[[ DATA FOR ANALYSIS, beginning ]]

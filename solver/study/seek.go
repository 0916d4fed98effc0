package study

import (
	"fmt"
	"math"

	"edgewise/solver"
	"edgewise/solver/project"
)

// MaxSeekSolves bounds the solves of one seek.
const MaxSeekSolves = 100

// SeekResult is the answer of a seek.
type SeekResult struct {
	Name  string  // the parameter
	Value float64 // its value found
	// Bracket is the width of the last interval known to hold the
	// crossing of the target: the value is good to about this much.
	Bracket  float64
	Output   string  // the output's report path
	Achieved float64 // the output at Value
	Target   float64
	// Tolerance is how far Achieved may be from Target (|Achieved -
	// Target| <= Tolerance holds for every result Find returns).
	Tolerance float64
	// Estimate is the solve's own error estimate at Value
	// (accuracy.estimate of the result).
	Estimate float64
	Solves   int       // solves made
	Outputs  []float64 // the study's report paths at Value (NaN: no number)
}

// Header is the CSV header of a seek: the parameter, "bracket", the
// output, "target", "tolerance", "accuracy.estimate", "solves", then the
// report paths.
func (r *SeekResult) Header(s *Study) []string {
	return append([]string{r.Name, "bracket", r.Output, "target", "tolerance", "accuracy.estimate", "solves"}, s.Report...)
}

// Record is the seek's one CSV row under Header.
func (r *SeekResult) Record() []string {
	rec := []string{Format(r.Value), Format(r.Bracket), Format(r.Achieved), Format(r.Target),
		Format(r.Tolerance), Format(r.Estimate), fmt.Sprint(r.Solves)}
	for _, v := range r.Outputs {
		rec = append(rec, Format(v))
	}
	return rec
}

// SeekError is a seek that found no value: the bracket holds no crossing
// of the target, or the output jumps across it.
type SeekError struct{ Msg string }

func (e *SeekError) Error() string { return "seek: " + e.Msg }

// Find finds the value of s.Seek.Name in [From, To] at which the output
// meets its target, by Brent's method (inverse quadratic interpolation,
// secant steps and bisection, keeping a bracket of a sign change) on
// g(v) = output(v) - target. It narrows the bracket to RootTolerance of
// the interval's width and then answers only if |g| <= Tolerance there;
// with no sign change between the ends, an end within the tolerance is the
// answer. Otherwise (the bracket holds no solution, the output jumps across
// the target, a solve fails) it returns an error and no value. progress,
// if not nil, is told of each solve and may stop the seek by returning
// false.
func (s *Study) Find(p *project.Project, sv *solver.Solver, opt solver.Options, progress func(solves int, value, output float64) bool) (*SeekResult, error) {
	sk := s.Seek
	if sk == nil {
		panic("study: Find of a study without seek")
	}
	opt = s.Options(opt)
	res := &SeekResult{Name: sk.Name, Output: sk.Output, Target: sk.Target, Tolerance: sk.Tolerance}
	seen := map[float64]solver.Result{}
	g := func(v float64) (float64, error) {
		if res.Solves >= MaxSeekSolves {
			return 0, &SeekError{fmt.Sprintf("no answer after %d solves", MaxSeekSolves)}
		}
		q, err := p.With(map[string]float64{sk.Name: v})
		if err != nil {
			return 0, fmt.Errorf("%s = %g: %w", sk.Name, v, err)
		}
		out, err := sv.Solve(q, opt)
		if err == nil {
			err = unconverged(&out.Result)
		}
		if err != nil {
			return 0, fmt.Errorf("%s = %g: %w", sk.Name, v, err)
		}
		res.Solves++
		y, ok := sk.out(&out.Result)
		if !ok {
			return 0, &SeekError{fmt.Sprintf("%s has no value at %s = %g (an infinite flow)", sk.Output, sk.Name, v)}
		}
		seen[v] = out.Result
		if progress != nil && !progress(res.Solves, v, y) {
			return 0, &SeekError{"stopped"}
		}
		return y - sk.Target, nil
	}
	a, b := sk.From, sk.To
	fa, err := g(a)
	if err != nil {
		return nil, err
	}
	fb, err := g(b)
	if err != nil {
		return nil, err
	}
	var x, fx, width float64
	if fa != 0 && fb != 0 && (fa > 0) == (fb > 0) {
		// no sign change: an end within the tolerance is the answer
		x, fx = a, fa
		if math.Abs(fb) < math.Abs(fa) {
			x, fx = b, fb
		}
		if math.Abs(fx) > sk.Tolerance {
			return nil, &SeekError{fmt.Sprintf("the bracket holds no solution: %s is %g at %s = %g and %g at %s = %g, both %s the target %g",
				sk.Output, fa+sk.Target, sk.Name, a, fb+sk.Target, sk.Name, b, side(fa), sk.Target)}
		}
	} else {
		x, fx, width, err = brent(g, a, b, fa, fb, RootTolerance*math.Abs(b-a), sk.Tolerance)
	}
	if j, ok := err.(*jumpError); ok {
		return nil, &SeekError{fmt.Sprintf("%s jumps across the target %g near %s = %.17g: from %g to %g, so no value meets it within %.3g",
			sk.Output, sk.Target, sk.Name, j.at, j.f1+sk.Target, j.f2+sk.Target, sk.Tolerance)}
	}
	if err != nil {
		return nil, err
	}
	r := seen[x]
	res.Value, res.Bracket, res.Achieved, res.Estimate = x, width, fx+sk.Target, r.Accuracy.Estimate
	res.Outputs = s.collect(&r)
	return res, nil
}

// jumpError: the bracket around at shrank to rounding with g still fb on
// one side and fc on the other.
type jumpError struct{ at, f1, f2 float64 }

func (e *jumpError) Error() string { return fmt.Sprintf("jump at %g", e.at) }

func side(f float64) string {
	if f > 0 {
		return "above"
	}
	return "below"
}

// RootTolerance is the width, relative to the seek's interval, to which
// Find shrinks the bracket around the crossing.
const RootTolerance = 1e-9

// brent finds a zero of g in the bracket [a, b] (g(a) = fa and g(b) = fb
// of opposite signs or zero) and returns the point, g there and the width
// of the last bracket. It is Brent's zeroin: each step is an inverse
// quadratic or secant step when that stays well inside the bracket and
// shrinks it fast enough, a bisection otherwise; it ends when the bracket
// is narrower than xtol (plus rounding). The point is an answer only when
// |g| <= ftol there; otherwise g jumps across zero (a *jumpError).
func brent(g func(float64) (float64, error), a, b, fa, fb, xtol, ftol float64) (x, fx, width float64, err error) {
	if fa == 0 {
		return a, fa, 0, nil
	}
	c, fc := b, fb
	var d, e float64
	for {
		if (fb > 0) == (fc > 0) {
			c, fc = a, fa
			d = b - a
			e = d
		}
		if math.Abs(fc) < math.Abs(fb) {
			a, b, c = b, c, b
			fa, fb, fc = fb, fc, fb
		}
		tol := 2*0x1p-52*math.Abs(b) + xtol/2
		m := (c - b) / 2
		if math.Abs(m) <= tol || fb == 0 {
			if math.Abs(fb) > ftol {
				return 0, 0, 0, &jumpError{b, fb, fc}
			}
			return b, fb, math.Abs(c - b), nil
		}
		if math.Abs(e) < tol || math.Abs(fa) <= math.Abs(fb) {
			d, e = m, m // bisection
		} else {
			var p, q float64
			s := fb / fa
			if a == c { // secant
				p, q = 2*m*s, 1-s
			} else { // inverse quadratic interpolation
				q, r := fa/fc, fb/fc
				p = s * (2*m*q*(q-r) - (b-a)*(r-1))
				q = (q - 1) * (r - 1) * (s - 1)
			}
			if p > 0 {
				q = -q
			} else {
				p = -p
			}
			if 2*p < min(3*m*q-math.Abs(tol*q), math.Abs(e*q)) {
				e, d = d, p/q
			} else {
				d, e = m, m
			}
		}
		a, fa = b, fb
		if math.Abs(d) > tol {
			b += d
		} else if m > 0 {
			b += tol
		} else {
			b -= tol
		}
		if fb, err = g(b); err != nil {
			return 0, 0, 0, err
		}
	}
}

[[ DATA FOR ANALYSIS, end ]]
[[ DATA FOR ANALYSIS, beginning ]]

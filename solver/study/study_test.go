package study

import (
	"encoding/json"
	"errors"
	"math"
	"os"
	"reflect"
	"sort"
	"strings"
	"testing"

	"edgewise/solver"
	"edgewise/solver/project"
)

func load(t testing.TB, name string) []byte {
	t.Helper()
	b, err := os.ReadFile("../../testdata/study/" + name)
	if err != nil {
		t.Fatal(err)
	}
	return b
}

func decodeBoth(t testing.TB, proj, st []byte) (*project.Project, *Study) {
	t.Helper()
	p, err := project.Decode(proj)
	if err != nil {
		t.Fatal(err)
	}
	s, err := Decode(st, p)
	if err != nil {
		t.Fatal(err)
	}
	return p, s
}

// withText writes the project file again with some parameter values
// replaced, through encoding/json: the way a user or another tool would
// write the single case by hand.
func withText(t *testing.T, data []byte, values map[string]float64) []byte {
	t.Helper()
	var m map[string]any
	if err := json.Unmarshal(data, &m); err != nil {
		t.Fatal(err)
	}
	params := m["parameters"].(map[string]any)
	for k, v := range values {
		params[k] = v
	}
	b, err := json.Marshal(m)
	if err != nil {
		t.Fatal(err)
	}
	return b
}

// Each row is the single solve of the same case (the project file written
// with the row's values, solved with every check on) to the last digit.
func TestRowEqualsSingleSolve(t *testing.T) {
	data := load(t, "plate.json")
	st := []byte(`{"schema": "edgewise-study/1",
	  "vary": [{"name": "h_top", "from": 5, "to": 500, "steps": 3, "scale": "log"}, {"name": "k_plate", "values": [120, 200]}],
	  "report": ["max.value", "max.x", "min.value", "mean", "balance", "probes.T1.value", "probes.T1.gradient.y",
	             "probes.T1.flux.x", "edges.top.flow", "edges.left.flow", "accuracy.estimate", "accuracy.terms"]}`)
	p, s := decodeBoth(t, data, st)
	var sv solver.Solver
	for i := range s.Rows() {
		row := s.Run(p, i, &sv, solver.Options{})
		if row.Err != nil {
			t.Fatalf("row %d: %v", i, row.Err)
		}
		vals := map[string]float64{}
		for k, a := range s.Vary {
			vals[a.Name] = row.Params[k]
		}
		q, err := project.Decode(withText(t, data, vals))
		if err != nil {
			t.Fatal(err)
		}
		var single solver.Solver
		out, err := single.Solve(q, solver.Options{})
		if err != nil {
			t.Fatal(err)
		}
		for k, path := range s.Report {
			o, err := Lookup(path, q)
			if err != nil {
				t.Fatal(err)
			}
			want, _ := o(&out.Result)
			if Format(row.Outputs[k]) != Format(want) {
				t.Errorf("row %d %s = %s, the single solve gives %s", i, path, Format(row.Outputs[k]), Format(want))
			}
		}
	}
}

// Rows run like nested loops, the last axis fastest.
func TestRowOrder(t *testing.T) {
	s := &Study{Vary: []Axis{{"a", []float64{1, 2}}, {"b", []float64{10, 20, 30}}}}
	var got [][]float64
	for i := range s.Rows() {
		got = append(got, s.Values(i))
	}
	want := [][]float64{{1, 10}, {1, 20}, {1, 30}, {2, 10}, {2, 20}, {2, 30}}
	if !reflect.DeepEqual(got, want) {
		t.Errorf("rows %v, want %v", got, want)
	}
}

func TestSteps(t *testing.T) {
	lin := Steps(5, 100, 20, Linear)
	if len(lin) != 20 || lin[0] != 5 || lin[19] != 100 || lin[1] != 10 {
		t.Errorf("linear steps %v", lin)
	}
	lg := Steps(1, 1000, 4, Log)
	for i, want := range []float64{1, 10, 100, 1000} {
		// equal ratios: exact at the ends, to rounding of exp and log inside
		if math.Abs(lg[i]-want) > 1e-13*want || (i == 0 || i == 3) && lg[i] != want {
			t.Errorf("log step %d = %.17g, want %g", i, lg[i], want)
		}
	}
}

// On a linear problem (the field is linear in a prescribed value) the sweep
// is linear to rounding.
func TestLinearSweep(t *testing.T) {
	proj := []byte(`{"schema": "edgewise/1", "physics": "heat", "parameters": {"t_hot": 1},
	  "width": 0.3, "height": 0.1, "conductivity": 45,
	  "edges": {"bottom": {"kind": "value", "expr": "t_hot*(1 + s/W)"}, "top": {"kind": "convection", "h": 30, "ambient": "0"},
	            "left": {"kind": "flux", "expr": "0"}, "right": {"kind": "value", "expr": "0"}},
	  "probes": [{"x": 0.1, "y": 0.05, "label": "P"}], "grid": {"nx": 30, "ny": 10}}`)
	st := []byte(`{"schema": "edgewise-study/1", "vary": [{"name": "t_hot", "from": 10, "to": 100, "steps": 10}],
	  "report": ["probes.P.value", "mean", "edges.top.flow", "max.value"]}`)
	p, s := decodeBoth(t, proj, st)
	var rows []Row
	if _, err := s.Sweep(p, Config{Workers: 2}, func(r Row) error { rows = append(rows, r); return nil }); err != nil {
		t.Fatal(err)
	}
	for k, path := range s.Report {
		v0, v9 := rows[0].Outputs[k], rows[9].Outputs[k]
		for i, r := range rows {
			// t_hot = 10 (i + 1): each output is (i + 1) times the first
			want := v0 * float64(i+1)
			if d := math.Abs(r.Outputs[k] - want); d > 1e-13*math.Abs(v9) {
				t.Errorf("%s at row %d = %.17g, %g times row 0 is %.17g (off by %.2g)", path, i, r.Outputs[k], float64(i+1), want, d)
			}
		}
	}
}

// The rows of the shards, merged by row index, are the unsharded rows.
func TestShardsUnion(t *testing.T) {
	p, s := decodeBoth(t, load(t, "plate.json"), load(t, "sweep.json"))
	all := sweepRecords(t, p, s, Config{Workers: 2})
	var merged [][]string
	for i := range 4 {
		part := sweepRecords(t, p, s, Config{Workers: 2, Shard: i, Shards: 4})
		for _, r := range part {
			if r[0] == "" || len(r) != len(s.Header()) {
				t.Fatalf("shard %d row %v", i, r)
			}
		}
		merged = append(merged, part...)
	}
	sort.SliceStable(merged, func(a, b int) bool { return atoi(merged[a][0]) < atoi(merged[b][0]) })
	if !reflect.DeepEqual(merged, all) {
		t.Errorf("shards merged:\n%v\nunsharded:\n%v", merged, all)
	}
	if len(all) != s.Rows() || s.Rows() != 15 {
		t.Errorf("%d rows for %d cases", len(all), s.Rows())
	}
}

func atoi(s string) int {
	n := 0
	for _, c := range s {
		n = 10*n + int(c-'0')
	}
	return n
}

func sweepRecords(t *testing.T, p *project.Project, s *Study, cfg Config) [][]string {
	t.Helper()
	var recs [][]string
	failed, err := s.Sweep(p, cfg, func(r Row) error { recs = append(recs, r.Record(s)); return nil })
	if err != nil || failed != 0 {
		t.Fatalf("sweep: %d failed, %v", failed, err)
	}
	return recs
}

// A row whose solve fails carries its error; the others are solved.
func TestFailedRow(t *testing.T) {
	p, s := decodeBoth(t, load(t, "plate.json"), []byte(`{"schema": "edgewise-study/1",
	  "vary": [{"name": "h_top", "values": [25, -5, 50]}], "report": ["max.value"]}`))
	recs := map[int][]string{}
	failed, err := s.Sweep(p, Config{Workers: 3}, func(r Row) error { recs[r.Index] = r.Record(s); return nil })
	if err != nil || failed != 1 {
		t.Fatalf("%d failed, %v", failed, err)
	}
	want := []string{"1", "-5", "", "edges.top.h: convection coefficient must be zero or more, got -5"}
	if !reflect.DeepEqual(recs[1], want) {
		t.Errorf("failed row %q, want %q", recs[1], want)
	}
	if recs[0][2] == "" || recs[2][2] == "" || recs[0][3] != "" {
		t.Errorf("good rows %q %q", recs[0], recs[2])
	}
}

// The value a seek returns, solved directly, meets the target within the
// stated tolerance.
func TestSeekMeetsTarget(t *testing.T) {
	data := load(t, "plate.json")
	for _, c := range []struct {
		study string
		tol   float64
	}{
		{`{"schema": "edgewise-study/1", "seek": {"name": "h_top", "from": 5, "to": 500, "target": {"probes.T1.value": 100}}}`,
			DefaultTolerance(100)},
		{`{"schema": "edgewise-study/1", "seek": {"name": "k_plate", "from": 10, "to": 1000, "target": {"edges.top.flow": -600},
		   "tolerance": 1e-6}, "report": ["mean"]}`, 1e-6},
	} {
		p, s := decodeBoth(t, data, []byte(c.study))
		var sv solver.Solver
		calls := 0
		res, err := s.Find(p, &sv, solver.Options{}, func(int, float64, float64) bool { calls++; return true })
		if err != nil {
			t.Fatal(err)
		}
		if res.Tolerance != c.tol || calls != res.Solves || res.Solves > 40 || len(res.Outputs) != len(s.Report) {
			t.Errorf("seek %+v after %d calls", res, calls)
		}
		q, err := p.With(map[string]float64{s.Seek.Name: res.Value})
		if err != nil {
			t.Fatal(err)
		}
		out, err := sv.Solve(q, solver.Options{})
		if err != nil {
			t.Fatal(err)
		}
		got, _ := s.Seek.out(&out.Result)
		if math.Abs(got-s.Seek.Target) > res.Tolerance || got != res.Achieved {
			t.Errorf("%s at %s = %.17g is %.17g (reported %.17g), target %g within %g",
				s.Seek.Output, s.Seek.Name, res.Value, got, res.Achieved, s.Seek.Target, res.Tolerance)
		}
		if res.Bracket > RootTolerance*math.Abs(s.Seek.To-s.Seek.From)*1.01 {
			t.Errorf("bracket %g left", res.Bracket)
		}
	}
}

[[ DATA FOR ANALYSIS, end ]]

■ **WORK REQUEST**
Among the lines of the data, find every one that holds "const" and copy it.

■ **WRITTEN RESPONSE**
const MaxSeekSolves = 100
const RootTolerance = 1e-9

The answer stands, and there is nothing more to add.